May 15, 2009

The actual certificates of asset backed securities (ABS) and in particular mortgage backed securities (MBS) were sold to investors. And they weren’t just sold, they “sold forward.” This is a form of short selling wherein the investment bank sells the security first and THEN waits until it can get the underlying mortgage and note at the cheapest possible price to fulfill the description in the indenture of  the mortgage backed security (bond). It is exactly the reverse of what is portrayed by government and the press. They say it starts with the loan — not true. They say first the loan then the pooling, then the securitizing, then the sale to investors. It is exactly the reverse.
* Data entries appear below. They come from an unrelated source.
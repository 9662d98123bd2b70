/**
 * The agreement report as plain-text tables for the terminal: per group a table of every
 * statistic with its 95% interval and the cases × readers it used, the ICC ANOVA table, the
 * Cohen pairs, then notes; at the end the conventions and how missing ratings were treated.
 * Numbers carry three decimals (percentages one), the same rounding the app's view uses.
 */
import type { AgreementGroupJson, AgreementReport, CoefficientEstimate, StatisticName } from './agreement-types.ts';
import { MISSING } from './agreement.ts';

/** Three decimals; a value that rounds to zero prints 0.000, never -0.000. */
export const fmt3 = (v: number | null): string => (v === null ? 'n/a' : v.toFixed(3).replace(/^-(0\.0+)$/, '$1'));
export const fmtPercent = (v: number | null): string => (v === null ? 'n/a' : `${(100 * v).toFixed(1)}%`);
export const fmtCi = (ci: [number, number] | null): string => (ci === null ? '' : `[${fmt3(ci[0])}, ${fmt3(ci[1])}]`);
export const fmtP = (p: number | null): string => (p === null ? 'n/a' : p < 0.001 ? '< 0.001' : p.toFixed(3));

function table(header: string[], rows: string[][], numeric: boolean[]): string[] {
  const widths = header.map((h, c) => Math.max(h.length, ...rows.map((r) => r[c].length)));
  const render = (cells: string[]): string =>
    '  ' + cells.map((s, c) => (numeric[c] ? s.padStart(widths[c]) : s.padEnd(widths[c]))).join('  ').trimEnd();
  return [render(header), '  ' + widths.map((w) => '-'.repeat(w)).join('  '), ...rows.map(render)];
}

function groupTitle(g: AgreementGroupJson): string {
  const method = g.method === '*' ? 'all methods pooled (subject = case x method)' : g.method;
  const cats = g.categories.length ? `${g.categories[0]}-${g.categories[g.categories.length - 1]}` : 'none';
  return `${method} / ${g.question}: ${g.cases} ${g.subject === 'case' ? 'cases' : 'images'}, ${g.readers} readers, ` +
    `${g.ratings} ratings; categories ${cats} (${g.categories_from === 'scale' ? 'from the scale' : 'as observed'})`;
}

function groupBlock(g: AgreementGroupJson): string[] {
  const used = (s: StatisticName): string => `${g.used[s].cases} x ${g.used[s].readers}`;
  const coef = (name: string, e: CoefficientEstimate, stat: StatisticName): string[] =>
    [name, fmt3(e.value), fmtCi(e.ci95), e.interpretation ?? '', used(stat)];
  const rows: string[][] = [
    ...Object.entries(g.icc).map(([form, e]) => [form, fmt3(e.value), fmtCi(e.ci95), '', used('icc')]),
    coef("Fleiss' kappa", g.fleiss_kappa, 'fleiss_kappa'),
    coef("Krippendorff's alpha, nominal", g.krippendorff_alpha.nominal, 'krippendorff_alpha'),
    coef("Krippendorff's alpha, ordinal", g.krippendorff_alpha.ordinal, 'krippendorff_alpha'),
    coef("Krippendorff's alpha, interval", g.krippendorff_alpha.interval, 'krippendorff_alpha'),
    coef("Gwet's AC1", g.gwet.ac1, 'gwet'),
    coef("Gwet's AC2, quadratic", g.gwet.ac2_quadratic, 'gwet'),
    coef("Light's kappa, unweighted", g.light_kappa.unweighted, 'light_kappa'),
    coef("Light's kappa, linear", g.light_kappa.linear, 'light_kappa'),
    coef("Light's kappa, quadratic", g.light_kappa.quadratic, 'light_kappa'),
    ["Kendall's W", fmt3(g.kendall_w.value),
      g.kendall_w.chi2 === null ? '' : `chi2 ${g.kendall_w.chi2.toFixed(2)}, df ${g.kendall_w.df}, p ${fmtP(g.kendall_w.p)}`, '', used('kendall_w')],
    ['Percent agreement, exact', fmtPercent(g.percent_agreement.exact), '', '', used('percent_agreement')],
    ['Percent agreement, within one', fmtPercent(g.percent_agreement.within_one), '', '', used('percent_agreement')],
  ];
  const out = [groupTitle(g), '', ...table(['statistic', 'value', '95% CI', 'word*', 'cases x readers'], rows, [false, true, false, false, true])];
  if (g.icc_anova) {
    const a = g.icc_anova;
    const line = (name: string, l: { df: number; ss: number; ms: number | null }): string[] =>
      [name, String(l.df), l.ss.toFixed(3), fmt3(l.ms)];
    out.push('', ...table(['ICC two-way ANOVA', 'df', 'SS', 'MS'], [
      line('between cases', a.between_cases),
      line('within cases', a.within_cases),
      line('between readers', a.between_readers),
      line('residual', a.residual),
      ['total', String(a.total.df), a.total.ss.toFixed(3), ''],
    ], [false, true, true, true]));
  }
  if (g.cohen_pairs.length > 0) {
    const cell = (e: CoefficientEstimate): string => `${fmt3(e.value)} ${fmtCi(e.ci95)}`.trimEnd();
    out.push('', ...table(
      ["Cohen's kappa, reader pair", 'n', 'unweighted [95% CI]', 'linear [95% CI]', 'quadratic [95% CI]'],
      g.cohen_pairs.map((p) => [p.readers.join(' - '), String(p.n), cell(p.unweighted), cell(p.linear), cell(p.quadratic)]),
      [false, true, false, false, false],
    ));
  }
  if (g.notes.length > 0) out.push('', '  Notes:', ...g.notes.map((n) => `  - ${n}`));
  return out;
}

export function formatAgreementTable(report: AgreementReport): string {
  const lines: string[] = [];
  for (const g of report.groups) lines.push(...groupBlock(g), '');
  if (report.groups.length === 0) lines.push('(no ratings)', '');
  lines.push(`* ${report.interpretation}`);
  lines.push(
    report.bootstrap.resamples > 0
      ? `Intervals of Fleiss' kappa and Krippendorff's alpha: ${report.bootstrap.resamples} bootstrap resamples, seed ${report.bootstrap.seed} ` +
        '(percentile, cases resampled). Cohen: Fleiss, Cohen & Everitt (1969) standard error. Gwet: Gwet (2008) variance, t interval. ' +
        'ICC: F-based (Shrout & Fleiss 1979; McGraw & Wong 1996).'
      : "No bootstrap (--bootstrap 0): Fleiss' kappa and Krippendorff's alpha have no interval.",
  );
  lines.push('Missing ratings:');
  for (const [stat, how] of Object.entries(MISSING)) lines.push(`  ${stat}: ${how}`);
  return lines.join('\n') + '\n';
}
The Toxic assets everyone is talking about are NEITHER the MBS nor the mortgages and notes. The toxic assets are credit default swaps — which are a device by which anyone can receive a fee in exchange for their promise to pay if the underlying obligation goes into default. Under the current and old rules which Obama has now proposed changing, if you wanted to sell a credit default swaps you were not required to have any amount of capital or reserves. The pizza delivery kid could have sold these. AIG sold hundreds of billions of these without the capital to back it up. Bear Stearns and the rest of the investment banks were selling like crazy to each other in order to artificially raise reported earnings and thus raise the price of their stock.

So the TARP money (Troubled Asset Relief Program) probably never acquired a single toxic asset unless it did so under subrogation or equitable trust. The insurance products, including credit default swaps and cross collateralization agreements frequently had subrogation clauses. The significance of that is the transfer of interests in credit default swaps was in fact the transfer of an interest in real estate without recording it in accordance with state law. The interest in real estate was the interest in a security instrument wherein the property was real estate. Not even MERS kept track of the trading in CDS or for that matter the secondary trading of MBS.

So for your MERS related claim you have (a) notice (right in the Deed of Trust or Mortgage) to the world that there are going to be transfers off record in violation of state law and (b) withholding the information on the recipients of those interests. Hence at the moment of closing of the “loan” transaction (which I maintain is actually a thinly veiled securities transaction wherein the borrower is the unwitting issuer of a “negotiable” instrument where the instrument is actually (a) non-negotiable and (b) sold without the borrower’s knowledge (identity theft) as an unregulated security under false pretenses to “qualified” investors who be definition had access to the true information but never bothered to use it because of the AAA rating and the AIG insurance.

It is an inescapable conclusion that the mere closing of these “loans” in this manner creates an immediate cloud on title rendering the deed unmarketable. This raises the spectre of claims against the Title Insurance carrier who will no doubt claim that there is no coverage because of fraud. That will be difficult for them to maintain in view of the fact that MERS is right there in the deed, but even if they succeed, they are proving your case in chief.